The miniaturization of matter has long been a human desire, and viewing the world from a smaller perspective is the core of many novels and movies. The idea of shrinking people for the purpose of traveling inside another human's body, in particular, has been frequently used in animated cartoons, including The Simpsons, Futurama, Beetlejuice, and SpongeBob SquarePants.

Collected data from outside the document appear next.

-- Setups of before hold inputs without the fields that came with tapers; unanswered they mean what they meant.
UPDATE "setups" SET "inputs" = "inputs" || jsonb_build_object(
  'work', '{"taperSide": "outside", "taperMethod": "compound", "taperGiven": "angle", "includedAngleDeg": null,
    "smallDiameterMm": null, "taperPerLength": null, "shoulders": "none", "warmerK": null, "headEndMm": null,
    "tailEndMm": null, "endsApartMm": null}'::jsonb || ("inputs" -> 'work'),
  'machine', '{"belowCentreMm": null}'::jsonb || ("inputs" -> 'machine'),
  'cut', '{"softnessPerMm": null}'::jsonb || ("inputs" -> 'cut'));
--> statement-breakpoint
UPDATE "shops" SET "rules" = '{"roughDressDepthMm": 0.025, "finishDressDepthMm": 0.0125, "roughDressPasses": 3,
  "finishDressPasses": 2, "speedRatioLow": 40, "speedRatioHigh": 120, "steelExpansionPerK": 0.0000115}'::jsonb || "rules";
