import { dayWords, readDate, shopDay, whenWords } from '@/features/records';

const LATE = '2026-03-01T23:30:00Z';

it("begins the day at midnight of the shop's own time zone", () => {
  const now = new Date(LATE);
  expect(shopDay('Europe/London', now)).toBe('2026-03-01');
  expect(shopDay('Europe/Berlin', now)).toBe('2026-03-02');
  expect(shopDay('America/Denver', now)).toBe('2026-03-01');
});

it('says the hour of today and the date of other days', () => {
  expect(whenWords('2026-03-01T09:05:00Z', 'Europe/London', new Date(LATE))).toBe('today 09:05');
  expect(whenWords('2026-02-28T09:05:00Z', 'Europe/London', new Date(LATE))).toBe('28 Feb 2026');
  expect(dayWords('2027-03-31')).toBe('31 Mar 2027');
});

it.each(['2027-03-31', '2027-3-31', ' 2027-03-31 '])('reads %j as a date', (text) => {
  expect(readDate(text)).toBe('2027-03-31');
});

it.each(['', '2027-02-30', '31.03.2027', '03/31/2027', '2027-13-01', 'soon'])(
  'reads %j as no date',
  (text) => {
    expect(readDate(text)).toBeNull();
  },
);
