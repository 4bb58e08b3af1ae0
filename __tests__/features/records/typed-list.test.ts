import * as yup from 'yup';

import { listInUnits, listRule, storedList } from '@/features/records';
import { readList, typedList } from '@/features/records/typed-list';

const SPEEDS = { label: 'Spindle speeds', unit: 'rpm', limit: 'spindleSpeedRpm' } as const;
const FEEDS = { label: 'Feeds', unit: 'mm/rev', limit: 'feedMmPerRev' } as const;

it.each([
  ['45\n70\n105', [45, 70, 105]],
  ['45; 70;105', [45, 70, 105]],
  ['105\r\n45\n\n70\n', [45, 70, 105]],
  ['31,5\n45', [31.5, 45]],
  ['70\n70', [70]],
])('reads %j as distinct values, smallest first', (text, values) => {
  expect(readList(text, SPEEDS, 'mm').si).toEqual(values);
});

it.each(['45, 70, 105', '45 70 105', '5 105', '1 200'])(
  'refuses %j, which may be one number or several, and says how to write it',
  (text) => {
    const { si, error } = readList(text, SPEEDS, 'mm');
    expect(si).toBeNull();
    expect(error).toContain('line of its own');
  },
);

it.each(['45\nfast', '0', '-45', '10001', '45 mm'])('refuses %j', (text) => {
  expect(readList(text, SPEEDS, 'mm').si).toBeNull();
});

it('takes sixty values and no more', () => {
  const lines = (count: number) =>
    Array.from({ length: count }, (_, index) => index + 1).join('\n');
  expect(readList(lines(60), SPEEDS, 'mm').si).toHaveLength(60);
  expect(readList(lines(61), SPEEDS, 'mm').error).toContain('60');
});

it('asks for at least one', () => {
  const schema = yup.object({ speeds: listRule(SPEEDS, 'mm') });
  expect(schema.isValidSync({ speeds: typedList('', SPEEDS, 'mm') })).toBe(false);
  expect(schema.isValidSync({ speeds: typedList('45', SPEEDS, 'mm') })).toBe(true);
});

it('shows feeds in inches and leaves the stored feeds alone', () => {
  const stored = storedList([0.0508, 0.1016], FEEDS, 'mm');
  const inch = listInUnits(stored, FEEDS, 'inch');
  expect(inch.text).toBe('0.002\n0.004');
  expect(inch.si).toEqual([0.0508, 0.1016]);
});
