// balance sets the losses against the measured fluxes, per unit of u:
//
//	-dE/dt dt/du   against   F_inf(u) + F_hor(v) dv/du,
//
// where u = t - r_* and v = t + r_* along the orbit, so that both sides
// integrate to what was lost and what arrived.
func (f *Force) balance(ref *result.Bundle, tortoise func(float64) float64, master bool) (*result.Balance, error) {
	s := ref.Series
	if s == nil || len(s.U) < taps || len(s.Modes) == 0 {
		return nil, &InputError{What: "the reference holds no waveform to measure the flux from", Remedy: "run it with output.keep: [waveform]"}
	}
	if len(f.T) < taps {
		return nil, &InputError{What: fmt.Sprintf("the model's force has %d rows", len(f.T)), Remedy: fmt.Sprintf("give at least %d", taps)}
	}
	ret, err := newRetardation(s, tortoise)
	if err != nil {
		return nil, err
	}
	pathU := ret.u(ret.a.t)
	path := newAxis(pathU)
	lo := math.Max(math.Max(s.JunkUntil, pathU[0]), uAt(ret, f.T[0]))
	hi := math.Min(pathU[len(pathU)-1], uAt(ret, f.T[len(f.T)-1]))
	var hor *horizonSeries
	if master {
		hor = horizonFlux(ref)
	}
	if hor != nil { // v must be covered as well
		for i, t := range ret.a.t {
			if v := t + ret.rstar[i]; v < hor.v.t[0] {
				lo = math.Max(lo, pathU[i])
			} else if v > hor.v.t[len(hor.v.t)-1] {
				hi = math.Min(hi, pathU[i])
				break
			}
		}
	}
	res := ref.Result
	drifts := res.Orbit != nil && (res.Orbit.Kind == "inspiral" || res.Orbit.Kind == "table" && !(res.Orbit.Numbers["period_r"] > 0))
	if drifts { // the loss at t = u is wanted as well
		lo, hi = math.Max(lo, f.T[0]), math.Min(hi, f.T[len(f.T)-1])
	}
	plunges := ""
	if o := res.Orbit; o != nil {
		if isco, ok := o.Markers["isco"]; ok && o.Markers["light_ring"] > isco {
			if at, ok := ret.at(isco); ok && at < hi {
				hi = at
				plunges = "The balance ends where the last stable orbit is crossed: in the plunge what is lost leaves the near field later. "
			}
		}
	}
	a, b := 0, len(s.U)
	for a < b && s.U[a] < lo {
		a++
	}
	for b > a && s.U[b-1] > hi {
		b--
	}
	if b-a < taps && plunges != "" {
		return nil, &InputError{What: "the reference holds too little of the inspiral before the last stable orbit (after its start-up) to set a force against the fluxes", Remedy: "start it further out (orbit.from), or leave model.force out"}
	}
	if b-a < taps {
		return nil, &InputError{What: fmt.Sprintf("the model's force (t = %s … %s) and the reference (u = %s … %s) have no time in common", short(f.T[0]), short(f.T[len(f.T)-1]), short(s.U[0]), short(s.U[len(s.U)-1])),
			Remedy: "give the force along the reference's orbit"}
	}
	u := s.U[a:b]
	t := make([]float64, len(u))
	path.resampleReal(t, u, ret.a.t)
	dtdu := slope(u, t)
	e, l := infinityFlux(s, a, b)
	rate := res.Total != nil && res.Total.Measure == "rate"
	note := "Losses and fluxes are per unit of u; "
	if hor != nil {
		v := make([]float64, len(u))
		for i := range v {
			v[i] = 2*t[i] - u[i]
		}
		dvdu := slope(u, v)
		hor.add(e, l, v, dvdu)
		note += "the horizon's share is measured at the advanced time of the same emission. "
	} else if rate && res.Total.Horizon != nil {
		constant(e, res.Total.Horizon.Energy)
		constant(l, res.Total.Horizon.AngularMomentum)
		note += "the horizon's share is its average. "
	} else {
		note += "the horizon's share is not in the reference and left out. "
	}
	if rate && res.Total.Truncation != nil {
		for _, x := range []*result.Flux{res.Total.Truncation.Infinity, res.Total.Truncation.Horizon} {
			if x != nil {
				constant(e, x.Energy)
				constant(l, x.AngularMomentum)
			}
		}
	}
	if !rate && tailInL(s, a, b, e, l) {
		note += "The modes beyond the largest l are estimated at each time from how the flux falls with l. "
	}
	note += plunges
	if drifts {
		note += "To which time of the orbit a wave belongs is known to about r_* only: the difference between the losses at t = u and at t - r_* = u is part of the bar. "
	}
	out := &result.Balance{Range: &[2]float64{u[0], u[len(u)-1]}}
	bound := res.Orbit != nil && res.Orbit.Kind != "circular" && res.Orbit.Kind != "inspiral"
	if bound {
		note += "On a motion whose radius oscillates, energy stored in the near field makes losses and fluxes differ at each instant; only the averages have to agree. "
	}
	window, whole := periods(u, res.Orbit)
	if !whole {
		return nil, &InputError{What: fmt.Sprintf("the balance covers u = %s … %s, less than two radial periods of %s M", short(u[0]), short(u[len(u)-1]), short(res.Orbit.Numbers["period_r"])),
			Remedy: "give the force over a longer time, or run the reference longer (span.until)"}
	}
	if window < len(u) {
		note += fmt.Sprintf("Averages are over whole radial periods, u = %s … %s. ", short(u[0]), short(u[window-1]))
	}
	for _, k := range []struct {
		what        string
		rates, from []float64
		measured    []result.Q
		total       func(*result.Flux) result.Q
		dst         **result.BalanceOf
	}{
		{"energy", f.EnergyRate, f.Energy, e, func(x *result.Flux) result.Q { return x.Energy }, &out.Energy},
		{"angular momentum", f.AngMomRate, f.AngMom, l, func(x *result.Flux) result.Q { return x.AngularMomentum }, &out.AngMom},
	} {
		rates := k.rates
		if rates == nil && k.from != nil {
			if !(f.MassRatio > 0) {
				return nil, &InputError{What: "the model's force gives the orbit's " + k.what + " per mu, whose rate is the flux times the mass ratio, and no mass ratio is known",
					Remedy: "write model.mass_ratio"}
			}
			rates = slope(f.T, k.from)
			for i := range rates {
				rates[i] /= f.MassRatio
			}
		}
		if rates == nil {
			continue
		}
		loss, miss := f.sample(rates, t)
		of := &result.BalanceOf{}
		for i := range loss {
			loss[i] *= dtdu[i]
			miss[i] *= math.Abs(dtdu[i])
		}
		if drifts {
			at, _ := f.sample(rates, u)
			for i := range loss {
				miss[i] += math.Abs(loss[i] - at[i])
			}
		}
		lossMean, measuredMean := mean(u[:window], loss, miss), meanQ(u[:window], k.measured)
		if rate && res.Total.Infinity != nil { // certified, and with the sum's tail
			measuredMean = k.total(res.Total.Infinity)
			if res.Total.Horizon != nil {
				h := k.total(res.Total.Horizon)
				measuredMean.Value += h.Value
				measuredMean.Error += h.Error
			}
		}
		if lossMean.Value*measuredMean.Value < 0 {
			note += fmt.Sprintf("The %s rate is negative where the measured flux is positive and was read as the orbit's own change. ", k.what)
			for i := range loss {
				loss[i] = -loss[i]
			}
			lossMean.Value = -lossMean.Value
		}
		if q := f.MassRatio; k.rates != nil && q > 0 && q < 0.1 && math.Abs(lossMean.Value/(q*measuredMean.Value)-1) < 0.3 {
			note += fmt.Sprintf("The %s rate is about the mass ratio times the measured flux: it looks as if it were per mu and not in units of (mu/M)^2; nothing was changed. ", k.what)
		}
		step := (len(u) + mostShown - 1) / mostShown
		for i := 0; i < len(u); i += step {
			of.U = append(of.U, u[i])
			m := result.Q{Value: loss[i], Error: miss[i]}
			of.Model = append(of.Model, m)
			of.Measured = append(of.Measured, k.measured[i])
			of.Residual = append(of.Residual, less(m, k.measured[i]))
		}
		of.Average.Model, of.Average.Measured = lossMean, measuredMean
		of.Average.Residual = less(lossMean, measuredMean)
		*k.dst = of
	}
	if out.Energy == nil && out.AngMom == nil {
		return nil, &InputError{What: "the model's force names neither an energy nor an angular momentum", Remedy: "name energy_rate or angular_momentum_rate"}
	}
	out.Note = note[:len(note)-1]
	var horizon [2]float64
	if rate && res.Total.Horizon != nil {
		horizon = [2]float64{res.Total.Horizon.Energy.Value, res.Total.Horizon.AngularMomentum.Value}
	}
	judgeBalance(out, bound, horizon)
	return out, nil
}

One of the most entertaining pieces in this genre is Fantastic Voyage, a science-fiction movie from 1966, which -- albeit not free of some severe logical flaws -- has lost none of its original appeal. Fantastic Voyage tells the story of a CIA-led group of agents and surgeons who attempt to save the life of a dying diplomat. The medical team gets on board a submarine that is miniaturized to one micrometer in length and then injected into the diplomat's body. The group has just one hour to repair the life-threatening clot; after that, the submarine will begin to revert to its normal size and become large enough for the diplomat's immune system to detect and attack.

Micro is the new macro

What does Fantastic Voyage have to do with marketing? A couple of things: First of all, in the movie, shrinking the matter (that is, the submarine and its passengers) is the only way to reach objects that occur on an entirely different scale. The same is very much true for today's marketing: In the attention-saturated, atomized markets of today, audiences recognize messages and events only within the blink of an eye and on a miniature scale. They happen for nanoseconds in the always-on presence of today's perception apparatus but they rarely have staying power. It is not the billboard we're seeing; it is the ad embedded in the news feed on Facebook. It is not the TV commercial we're recalling; it is the intimate party conversation. But the clots that pollute consumers' ability to pay attention are so small that we have to down-scale our marketing programs if we want to remove them and reach the audience. "Scaling a campaign" has taken on the opposite meaning: it now means down-sizing messages and the way they are communicated. Think of the influential bloggers whom you want to have evangelize your brand. Identifying and engaging them is like finding the needle in the haystack, and you can't find that from the bird's eye perspective. Moreover, in a second parallel to the movie, the "window of opportunity" is smaller. Because of shrinking attention-spans, the slots for marketers to grab attention are shrinking as well -- you need to get the submarine out before it will revert to its original size.

Marketing 0.1

This effect suggests a very different time horizon for marketers. Rather than planning and conducting long-term campaigns aimed at rubbing in a consistent message through prominence and repetition, marketers need to stay above the fray (or below the fray) by consistently varying their message and diversifying their communication channels. Rather than relying on one major focused traditional above-the-line program, they need to employ a combination of different tactics below-the-line. I call this new model "marketing 0.1" (as opposed to marketing 101), and the charts below may help illustrate the contrast:

(Credit: frog design)
(Credit: frog design)

The only marketing program that matters: Identify the micro-verses of your multiple audiences, track their constant evolution, and provide content (information and entertainment) that is relevant at a specific point in time, for a specific person, in a specific context. Other than that, it's all tactics and only little strategy. Change your marketing mix every week, every day, every hour -- and your voyage through the customer universe will be fantastic.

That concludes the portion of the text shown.